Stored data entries
......

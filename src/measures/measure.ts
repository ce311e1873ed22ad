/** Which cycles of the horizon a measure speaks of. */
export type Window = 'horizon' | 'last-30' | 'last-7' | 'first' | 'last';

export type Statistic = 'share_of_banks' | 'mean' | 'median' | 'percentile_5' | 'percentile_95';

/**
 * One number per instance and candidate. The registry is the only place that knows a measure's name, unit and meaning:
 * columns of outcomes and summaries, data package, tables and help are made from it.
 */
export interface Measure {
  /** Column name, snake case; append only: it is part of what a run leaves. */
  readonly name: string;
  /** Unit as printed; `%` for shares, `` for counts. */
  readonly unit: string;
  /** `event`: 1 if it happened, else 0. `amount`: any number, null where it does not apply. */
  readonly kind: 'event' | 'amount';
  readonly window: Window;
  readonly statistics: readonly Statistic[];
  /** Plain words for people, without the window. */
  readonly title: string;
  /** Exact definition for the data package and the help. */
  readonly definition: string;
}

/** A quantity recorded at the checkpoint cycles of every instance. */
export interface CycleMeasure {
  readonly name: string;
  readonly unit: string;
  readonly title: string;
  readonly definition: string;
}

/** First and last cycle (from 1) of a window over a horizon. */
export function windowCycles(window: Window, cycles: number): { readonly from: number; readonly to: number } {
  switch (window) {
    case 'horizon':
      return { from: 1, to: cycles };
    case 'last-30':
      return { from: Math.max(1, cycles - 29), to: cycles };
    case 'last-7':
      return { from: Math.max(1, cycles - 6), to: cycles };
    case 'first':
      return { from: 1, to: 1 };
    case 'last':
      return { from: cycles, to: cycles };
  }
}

......

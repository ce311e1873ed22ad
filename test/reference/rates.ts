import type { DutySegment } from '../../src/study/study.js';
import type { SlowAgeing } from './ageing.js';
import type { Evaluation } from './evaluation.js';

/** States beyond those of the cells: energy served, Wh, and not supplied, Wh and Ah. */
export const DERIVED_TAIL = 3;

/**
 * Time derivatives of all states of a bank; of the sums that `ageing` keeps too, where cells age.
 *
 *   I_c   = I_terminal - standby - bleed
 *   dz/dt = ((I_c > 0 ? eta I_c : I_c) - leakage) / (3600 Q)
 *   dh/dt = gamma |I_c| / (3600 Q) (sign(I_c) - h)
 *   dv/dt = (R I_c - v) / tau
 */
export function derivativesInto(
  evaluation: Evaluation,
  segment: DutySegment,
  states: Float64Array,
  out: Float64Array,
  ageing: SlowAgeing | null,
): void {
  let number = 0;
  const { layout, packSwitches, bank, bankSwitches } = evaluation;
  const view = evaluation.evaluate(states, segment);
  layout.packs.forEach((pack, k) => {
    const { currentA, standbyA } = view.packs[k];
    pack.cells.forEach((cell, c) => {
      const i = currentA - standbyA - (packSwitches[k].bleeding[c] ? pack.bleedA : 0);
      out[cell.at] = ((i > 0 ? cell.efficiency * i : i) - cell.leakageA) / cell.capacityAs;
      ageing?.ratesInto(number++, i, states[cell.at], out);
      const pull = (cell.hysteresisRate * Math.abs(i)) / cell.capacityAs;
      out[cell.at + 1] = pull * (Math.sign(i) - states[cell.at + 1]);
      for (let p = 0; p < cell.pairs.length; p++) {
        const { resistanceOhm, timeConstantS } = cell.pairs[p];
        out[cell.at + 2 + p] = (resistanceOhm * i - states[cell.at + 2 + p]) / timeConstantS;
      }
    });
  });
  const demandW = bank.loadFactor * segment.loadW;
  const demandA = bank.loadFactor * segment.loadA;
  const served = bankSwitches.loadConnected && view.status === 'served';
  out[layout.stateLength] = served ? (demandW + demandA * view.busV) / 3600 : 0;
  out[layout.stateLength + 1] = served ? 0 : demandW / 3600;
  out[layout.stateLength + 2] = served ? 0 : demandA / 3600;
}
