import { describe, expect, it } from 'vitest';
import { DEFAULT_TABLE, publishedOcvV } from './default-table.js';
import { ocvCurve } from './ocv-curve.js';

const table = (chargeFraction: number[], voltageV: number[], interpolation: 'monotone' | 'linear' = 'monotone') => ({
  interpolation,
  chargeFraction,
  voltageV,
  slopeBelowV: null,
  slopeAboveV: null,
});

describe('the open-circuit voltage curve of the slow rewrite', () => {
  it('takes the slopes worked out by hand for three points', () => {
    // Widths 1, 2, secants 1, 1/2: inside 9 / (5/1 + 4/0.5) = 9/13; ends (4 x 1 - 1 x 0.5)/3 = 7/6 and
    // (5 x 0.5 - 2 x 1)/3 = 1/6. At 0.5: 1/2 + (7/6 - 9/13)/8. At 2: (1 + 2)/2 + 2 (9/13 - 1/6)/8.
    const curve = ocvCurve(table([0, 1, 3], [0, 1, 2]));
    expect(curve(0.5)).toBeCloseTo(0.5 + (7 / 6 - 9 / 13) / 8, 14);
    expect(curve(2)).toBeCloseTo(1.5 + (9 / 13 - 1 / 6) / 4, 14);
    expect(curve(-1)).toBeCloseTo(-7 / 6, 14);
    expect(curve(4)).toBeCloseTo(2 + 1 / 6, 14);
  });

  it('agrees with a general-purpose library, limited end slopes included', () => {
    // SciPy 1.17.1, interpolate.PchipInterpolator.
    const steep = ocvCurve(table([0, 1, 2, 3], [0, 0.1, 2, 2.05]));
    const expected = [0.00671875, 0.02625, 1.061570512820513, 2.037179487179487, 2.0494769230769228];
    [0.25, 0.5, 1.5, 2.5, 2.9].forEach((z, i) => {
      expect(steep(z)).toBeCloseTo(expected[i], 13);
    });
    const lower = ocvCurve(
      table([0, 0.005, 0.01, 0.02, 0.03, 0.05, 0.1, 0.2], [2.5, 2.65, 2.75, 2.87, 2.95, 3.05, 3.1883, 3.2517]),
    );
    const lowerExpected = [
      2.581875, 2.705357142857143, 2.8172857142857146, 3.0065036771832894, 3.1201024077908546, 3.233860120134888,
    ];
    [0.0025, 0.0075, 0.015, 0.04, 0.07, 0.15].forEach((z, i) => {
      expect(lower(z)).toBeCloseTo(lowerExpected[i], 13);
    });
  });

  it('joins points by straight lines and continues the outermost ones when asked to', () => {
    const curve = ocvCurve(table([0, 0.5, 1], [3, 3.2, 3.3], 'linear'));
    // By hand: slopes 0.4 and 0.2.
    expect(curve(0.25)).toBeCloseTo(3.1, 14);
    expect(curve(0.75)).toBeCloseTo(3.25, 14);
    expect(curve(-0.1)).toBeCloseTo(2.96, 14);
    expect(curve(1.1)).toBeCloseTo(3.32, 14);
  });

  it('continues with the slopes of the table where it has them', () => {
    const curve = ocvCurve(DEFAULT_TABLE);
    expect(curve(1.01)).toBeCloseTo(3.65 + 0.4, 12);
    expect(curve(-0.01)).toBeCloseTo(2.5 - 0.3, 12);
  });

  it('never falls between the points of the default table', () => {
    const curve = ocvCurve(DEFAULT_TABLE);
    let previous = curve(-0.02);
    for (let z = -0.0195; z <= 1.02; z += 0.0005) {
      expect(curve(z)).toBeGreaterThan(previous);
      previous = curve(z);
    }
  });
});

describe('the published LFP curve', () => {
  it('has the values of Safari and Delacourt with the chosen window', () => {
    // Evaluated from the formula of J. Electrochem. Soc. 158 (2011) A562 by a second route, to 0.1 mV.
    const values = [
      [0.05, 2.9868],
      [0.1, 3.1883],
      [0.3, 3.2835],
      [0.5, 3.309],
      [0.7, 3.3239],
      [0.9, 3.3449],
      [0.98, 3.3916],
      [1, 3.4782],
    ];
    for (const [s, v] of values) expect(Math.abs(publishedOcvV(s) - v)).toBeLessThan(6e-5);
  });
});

......

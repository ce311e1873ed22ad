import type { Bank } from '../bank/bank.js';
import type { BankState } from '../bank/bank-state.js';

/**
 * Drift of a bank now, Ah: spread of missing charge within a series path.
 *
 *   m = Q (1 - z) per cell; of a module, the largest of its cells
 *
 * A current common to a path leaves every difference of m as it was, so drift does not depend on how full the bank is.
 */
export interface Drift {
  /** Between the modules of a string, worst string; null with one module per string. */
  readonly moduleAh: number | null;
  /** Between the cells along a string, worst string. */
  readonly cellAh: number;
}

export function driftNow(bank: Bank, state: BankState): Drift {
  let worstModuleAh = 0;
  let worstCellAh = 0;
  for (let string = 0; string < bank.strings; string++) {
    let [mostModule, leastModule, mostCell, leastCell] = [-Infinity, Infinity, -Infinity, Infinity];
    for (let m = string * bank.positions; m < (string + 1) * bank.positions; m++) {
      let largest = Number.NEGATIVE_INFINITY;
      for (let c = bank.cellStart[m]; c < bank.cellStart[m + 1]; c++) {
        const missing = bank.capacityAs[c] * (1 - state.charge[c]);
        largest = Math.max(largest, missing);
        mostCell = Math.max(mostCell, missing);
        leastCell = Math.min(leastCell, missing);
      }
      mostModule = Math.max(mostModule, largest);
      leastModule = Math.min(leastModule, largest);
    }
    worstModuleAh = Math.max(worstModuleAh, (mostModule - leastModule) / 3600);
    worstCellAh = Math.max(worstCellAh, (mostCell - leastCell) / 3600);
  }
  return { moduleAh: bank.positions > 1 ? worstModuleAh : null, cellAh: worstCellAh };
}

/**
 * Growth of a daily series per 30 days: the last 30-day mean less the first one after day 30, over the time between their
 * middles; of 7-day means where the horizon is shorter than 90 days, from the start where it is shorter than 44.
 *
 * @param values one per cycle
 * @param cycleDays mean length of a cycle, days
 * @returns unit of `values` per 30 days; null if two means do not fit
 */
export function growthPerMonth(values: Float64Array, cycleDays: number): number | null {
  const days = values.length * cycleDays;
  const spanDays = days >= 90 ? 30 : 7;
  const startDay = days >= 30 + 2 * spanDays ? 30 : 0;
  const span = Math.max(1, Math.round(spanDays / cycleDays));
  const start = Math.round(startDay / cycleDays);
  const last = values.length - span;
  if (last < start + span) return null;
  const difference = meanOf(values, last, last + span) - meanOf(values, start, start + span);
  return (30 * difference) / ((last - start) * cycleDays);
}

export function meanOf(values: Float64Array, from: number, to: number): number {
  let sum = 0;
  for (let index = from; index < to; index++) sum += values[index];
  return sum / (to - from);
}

......

- What you have to do
Every line above from the line with "readonly cellAh: number;" to the line with "let largest = Number.NEGATIVE_INFINITY;", both included, must be reproduced exactly, and no other line may appear.

- Task result
  readonly cellAh: number;
}

export function driftNow(bank: Bank, state: BankState): Drift {
  let worstModuleAh = 0;
  let worstCellAh = 0;
  for (let string = 0; string < bank.strings; string++) {
    let [mostModule, leastModule, mostCell, leastCell] = [-Infinity, Infinity, -Infinity, Infinity];
    for (let m = string * bank.positions; m < (string + 1) * bank.positions; m++) {
      let largest = Number.NEGATIVE_INFINITY;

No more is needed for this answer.